There are different treatments for SAD, depending on the severity of the symptoms. Many doctors recommend that patients with SAD try to get outside as much as possible during the day-time to increase their exposure to natural light. If this is impossible because of the dark winter months, exercise, antidepressant medication, cognitive behavioural therapy (CBT), light therapy (phototherapy), or a combination of these may help.

What Parents Can Do

Talk to your doctor if you suspect your child has SAD. Doctors and mental health professionals make a diagnosis of SAD after a careful evaluation and a checkup to ensure that symptoms aren't due to a medical condition that needs treatment.
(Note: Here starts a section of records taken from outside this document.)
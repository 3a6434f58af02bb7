/** One and several of the units that have an everyday English name. */
const NAMES: Readonly<Record<string, readonly [string, string]>> = {
  t: ['tonne', 'tonnes'],
  kg: ['kilogram', 'kilograms'],
  g: ['gram', 'grams'],
  L: ['litre', 'litres'],
  l: ['litre', 'litres'],
  m: ['metre', 'metres'],
  km: ['kilometre', 'kilometres'],
  mm: ['millimetre', 'millimetres'],
  'm²': ['square metre', 'square metres'],
  'm³': ['cubic metre', 'cubic metres'],
  s: ['second', 'seconds'],
  min: ['minute', 'minutes'],
  h: ['hour', 'hours'],
  d: ['day', 'days'],
  kn: ['knot', 'knots'],
  'm/s': ['metre per second', 'metres per second'],
  'km/h': ['kilometre per hour', 'kilometres per hour'],
  kW: ['kilowatt', 'kilowatts'],
  kWh: ['kilowatt-hour', 'kilowatt-hours'],
  MWh: ['megawatt-hour', 'megawatt-hours'],
  '°C': ['degree Celsius', 'degrees Celsius'],
  '%': ['percentage point', 'percentage points'],
};

function named(unit: string): readonly [string, string] | undefined {
  return Object.hasOwn(NAMES, unit) ? NAMES[unit] : undefined;
}

/**
 * The subject of a sentence about one step of a variable: "one more tonne of cargo", "one more day since
 * hull cleaning" (where the label begins with the unit), "a rise of 1 in crew" where there is no unit.
 */
export function oneMore(label: string, unit: string | null): string {
  if (unit === null || unit === '') return `a rise of 1 in ${label}`;
  const name = named(unit);
  if (name === undefined) return `one more ${unit} of ${label}`;
  const [one, many] = name;
  if (label === one || label === many) return `one more ${one}`;
  return label.startsWith(`${many} `)
    ? `one more ${one} ${label.slice(many.length + 1)}`
    : `one more ${one} of ${label}`;
}

/** "each tonne", "each °C": a unit inside a sentence. */
export function eachUnit(unit: string | null): string {
  return unit === null || unit === '' ? 'each 1' : `each ${named(unit)?.[0] ?? unit}`;
}
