/** What became of the choice, and how far the two are apart by the rule of now. */
export function choiceSentences({ choice }: Comparison, selection: StudyRecord['selection']): string[] {
  const { earlier, later, difference } = choice;
  if (later === null && earlier === null) return ['No candidate is chosen, as before.'];
  if (later === null) return [`No candidate is chosen; before, ${named(earlier!.name)} was.`];
  if (earlier === null) return [`${named(later.name)} is chosen; before, no candidate was.`];
  const rule = choice.rule_changed ? ['The rule of the choice is another than before.'] : [];
  if (!choice.changed) return [`${named(later.name)} is chosen again.`, ...rule];
  const criterion = criterionName(selection.rank_by);
  const { decimals } = criterionRounding(selection);
  const apart =
    difference === null
      ? `How far apart the two are now cannot be said in ${criterion}. ${earlier.reason ?? later.reason ?? ''}`.trim()
      : `On the rows of now ${named(earlier.name)} comes out ${fixed(Math.abs(difference), decimals)} ${difference < 0 ? 'better' : 'worse'} in ${criterion}${Math.abs(difference) <= choice.prefer_smaller_within ? ', which the rule counts as equal' : ''}.`;
  const why =
    earlier.admitted === false
      ? [`It is refused now. ${earlier.refused_because.map(stopped).join(' ')}`.trim()]
      : [];
  return [`${named(later.name)} is chosen; before, ${named(earlier.name)} was.`, ...rule, apart, ...why];
}

const CAUSES = {
  removed: 'rows removed',
  revised: 'revised values',
  added: 'rows added',
  declaration: 'the changed declaration',
} as const;

/** The coefficient of a model that moved most, and by what. */
export function largestChangeSentence(model: ComparedModel): string | null {
  const { largest_change: largest } = model;
  if (largest === null) return null;
  const coefficient = model.coefficients.find(({ name }) => name === largest.name)!;
  const size = Math.abs(largest.in_standard_errors);
  if (coefficient.difference === 0) return 'No coefficient has changed.';
  const rounding = roundingFor(coefficient.before ?? 0, coefficient.before_standard_error);
  const moved = `from ${rounded(coefficient.before, rounding)} to ${rounded(coefficient.after, rounding)}`;
  return `The coefficient that moved most is ${largest.name}, ${moved}: ${fixed(size, size < 10 ? 1 : 0)} of its earlier standard errors${mainly(coefficient)}.`;
}

/** ", most of it by rows added": the largest part where it is more than half of all of them. */
function mainly({ parts }: CoefficientChange): string {
  if (parts === null) return '';
  const entries = (Object.keys(CAUSES) as (keyof typeof CAUSES)[]).map(
    (cause) => [cause, Math.abs(parts[cause])] as const,
  );
  const whole = entries.reduce((sum, [, size]) => sum + size, 0);
  const [first] = [...entries].sort((a, b) => b[1] - a[1]);
  if (first === undefined || !(first[1] > whole / 2)) return '';
  return first[1] === whole ? `, all of it by ${CAUSES[first[0]]}` : `, most of it by ${CAUSES[first[0]]}`;
}

/** How the new rows lie to the earlier model; `model` is that of now, whose standard errors may allow for more than tests do. */
export function newRowsSentences(lexicon: Lexicon, rows: NewRows, model: StudyRecord['model']): string[] {
  const { scored, bias, root_mean_squared_error: rmse } = rows;
  const notScored = rows.not_scored.map(
    ({ because, rows: n }) => `${counted(n, 'new row', 'new rows', count)} cannot be predicted: ${because}.`,
  );
  if (scored === 0) return notScored;
  const rounding = roundingFor(bias ?? 0, rmse === null ? null : rmse / 10);
  const label = labelOf(lexicon, lexicon.response.variable);
  const errors =
    bias === null || rmse === null
      ? []
      : [
          `In the ${counted(scored, 'new row', 'new rows', count)} ${label} lies ${withUnit(rounded(Math.abs(bias), rounding), rows.unit)} ${bias < 0 ? 'below' : 'above'} what ${named(rows.candidate)} predicted before, on average; the typical error (root mean square) is ${withUnit(rounded(rmse, rounding), rows.unit)}.`,
        ];
  return [
    ...errors,
    ...insideSentence(rows),
    ...surfaceSentences(rows),
    ...classicalSentence(rows, model?.standard_errors?.kind ?? 'classical'),
    ...notScored,
  ];
}

/** What Chow's tests and the binomial interval take for granted and the declared standard errors do not. */
function classicalSentence({ same_surface: first, predictive: second }: NewRows, kind: string): string[] {
  if (kind === 'classical' || (first === null && second === null)) return [];
  return kind === 'hac' || kind === 'clustered'
    ? [
        'Chow’s tests and the interval for that share are the classical ones: they count rows as independent, which the declared standard errors do not.',
      ]
    : [
        'Chow’s tests are the classical ones: they take errors to spread evenly, which the declared standard errors do not.',
      ];
}

function insideSentence(rows: NewRows): string[] {
  if (rows.inside === null || rows.share_inside === null) return [];
  const ends =
    rows.share_lower === null || rows.share_upper === null
      ? ''
      : `, ${percent(rows.share_confidence)} interval for that share ${percent(rows.share_lower)} to ${percent(rows.share_upper)}`;
  return [
    `${count(rows.inside)} of ${count(rows.scored)} lie inside the ${percent(rows.interval)} prediction intervals of before (${percent(rows.share_inside)}${ends}); ${insideVerdict(rows)}.`,
  ];
}

function insideVerdict({ share_lower: low, share_upper: high, interval }: NewRows): string {
  if (low === null || high === null) return 'how many that ought to be cannot be said';
  if (high < interval) return `fewer than the ${percent(interval)} that ought to`;
  return low > interval
    ? `more than the ${percent(interval)} that ought to`
    : `${percent(interval)} is within that interval`;
}

/** Chow's tests, each with its sentence. */
function surfaceSentences({ same_surface: first, predictive: second }: NewRows): string[] {
  return [
    ...(first === null
      ? []
      : [
          `${
            first.p_value < RARE
              ? 'The new rows ask for coefficients of their own'
              : 'The new rows give no sign of other coefficients'
          }: one set for earlier and new rows against one for each (Chow’s first test), ${testPhrase(first)}.`,
        ]),
    ...(second === null
      ? []
      : [
          `${
            second.p_value < RARE
              ? 'Taken together they lie farther from the earlier fit than its own scatter explains'
              : 'Taken together they lie as near to the earlier fit as its own scatter lets expect'
          } (Chow’s second test): ${testPhrase(second)}.`,
        ]),
  ];
}

function testPhrase({ statistic, df1, df2, p_value: p }: ComparisonTest): string {
  return `F\u00a0=\u00a0${significant(statistic, 3)} on ${count(df1)} and ${count(df2)}\u00a0degrees of freedom, ${pPhrase(p)}`;
}

/** What a reader ought to look at first, most important first; empty where nothing stands out. */
export function attentionLines(
  lexicon: Lexicon,
  comparison: Comparison,
  selection: StudyRecord['selection'],
): string[] {
  const { choice, models, new_rows: rows, contract } = comparison;
  const renamed = contract.filter(({ kind }) =>
    ['level_gone', 'level_undeclared', 'variable_gone', 'rescaled'].includes(kind),
  );
  const worse = contract.filter(({ kind }) => ['bad_values', 'rows_lost', 'missing'].includes(kind));
  const fresh = contract.filter(({ kind }) => kind === 'level_new');
  const units = contract.filter(({ kind }) => kind === 'unit');
  const studyChanges = comparison.declaration.changes.filter(({ kind }) => kind !== 'parameter').length;
  return [
    // Values in another unit explain all that follows.
    ...units.map((change) => contractChangeSentence(lexicon, change, contract)),
    ...comparison.acceptance.filter(({ passed }) => passed === false).map(comparedCriterionSentence),
    ...(choice.changed ? [choiceSentences(comparison, selection)[0]!] : []),
    ...renamed.map((change) => contractChangeSentence(lexicon, change, contract)),
    ...models
      .filter(({ largest_change: change }) => Math.abs(change?.in_standard_errors ?? 0) > MUCH)
      .flatMap((model) => largestChangeSentence(model) ?? []),
    ...(rows?.share_upper != null && rows.share_upper < rows.interval ? insideSentence(rows) : []),
    ...(rows?.same_surface != null && rows.same_surface.p_value < RARE
      ? surfaceSentences({ ...rows, predictive: null })
      : []),
    ...worse.map((change) => contractChangeSentence(lexicon, change, contract)),
    ...fresh.map((change) => contractChangeSentence(lexicon, change, contract)),
    ...(studyChanges > 0 ? [`The study itself changed in ${counted(studyChanges, 'place')}.`] : []),
    ...comparison.cannot_tell,
  ].map(raised);
}

/** Whether the study is the same file, or how it differs, in a sentence. */
export function studySentence({ declaration }: Comparison): string {
  if (!declaration.study_changed) return 'The study file is the same, to the byte.';
  return declaration.changes.every(({ kind }) => kind === 'parameter')
    ? 'The study file is another, but in nothing that a record tells of: perhaps in labels, comments or conditions.'
    : 'The study file is another:';
}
Tiredness, fatigue, changes in appetite and sleep, and low energy can be signs of other medical problems, such as hypothyroidism, hypoglycemia, or mononucleosis.

When symptoms of SAD first develop, parents might attribute low motivation, energy, and interest to an intentional poor attitude. Learning about SAD can help them understand another possible reason for the changes, easing feelings of blame or impatience with their child or teen.

Parents sometimes are unsure about how to discuss their concerns and observations. The best approach is usually one that's supportive and not judgmental. Try opening the discussion with something like, "You haven't seemed yourself lately — you've been so sad and grouchy and tired, and you don't seem to be having much fun or getting enough sleep. So, I've made an appointment for you to get a checkup. I want to help you to feel better and get back to doing your best and enjoying yourself again."

Here are a few things you can do if your child or teen has been diagnosed with SAD:

  • Participate in your child's treatment. Ask the doctor how you can best help your child.
  • Help your child understand SAD. Learn about the disorder and provide simple explanations. Remember, concentration might be difficult, so it's unlikely your child will want to read or study much about SAD — if so, just recap the main points.
  • Encourage your child to get plenty of exercise and to spend time outdoors. Take a daily walk together.
  • Find quality time. Spend a little extra time with your child — nothing special, just something low-key that doesn't require much energy. Bring home a movie you might enjoy or share a snack together. Your company and caring are important and provide personal contact and a sense of connection.
  • Be patient. Don't expect symptoms to go away immediately. Remember that low motivation, low energy, and low mood are part of SAD — it's unlikely that your child will respond cheerfully to your efforts to help.
  • Help with homework. You may have to temporarily provide hands-on assistance to help your child organize assignments or complete work. Explain that concentration problems are part of SAD and that things will get better again. Kids and teens with SAD may not realise this and worry that they're incapable of doing the schoolwork. You may also want to talk to the teachers and ask for extensions on assignments until things get better with treatment.
  • Help your child to eat right. Encourage your child to avoid loading up on simple carbohydrates and sugary snacks. Provide plenty of whole grains, vegetables, and fruits.
  • Establish a sleep routine. Encourage your child to stick to a regular bedtime every day to reap the mental health benefits of daytime light.
  • Take it seriously. Don't put off evaluation if you suspect your child has SAD. If diagnosed, your child should learn about the seasonal pattern of the depression. Talk often about what's happening, and offer reassurance that things will get better, even though that may seem impossible right now.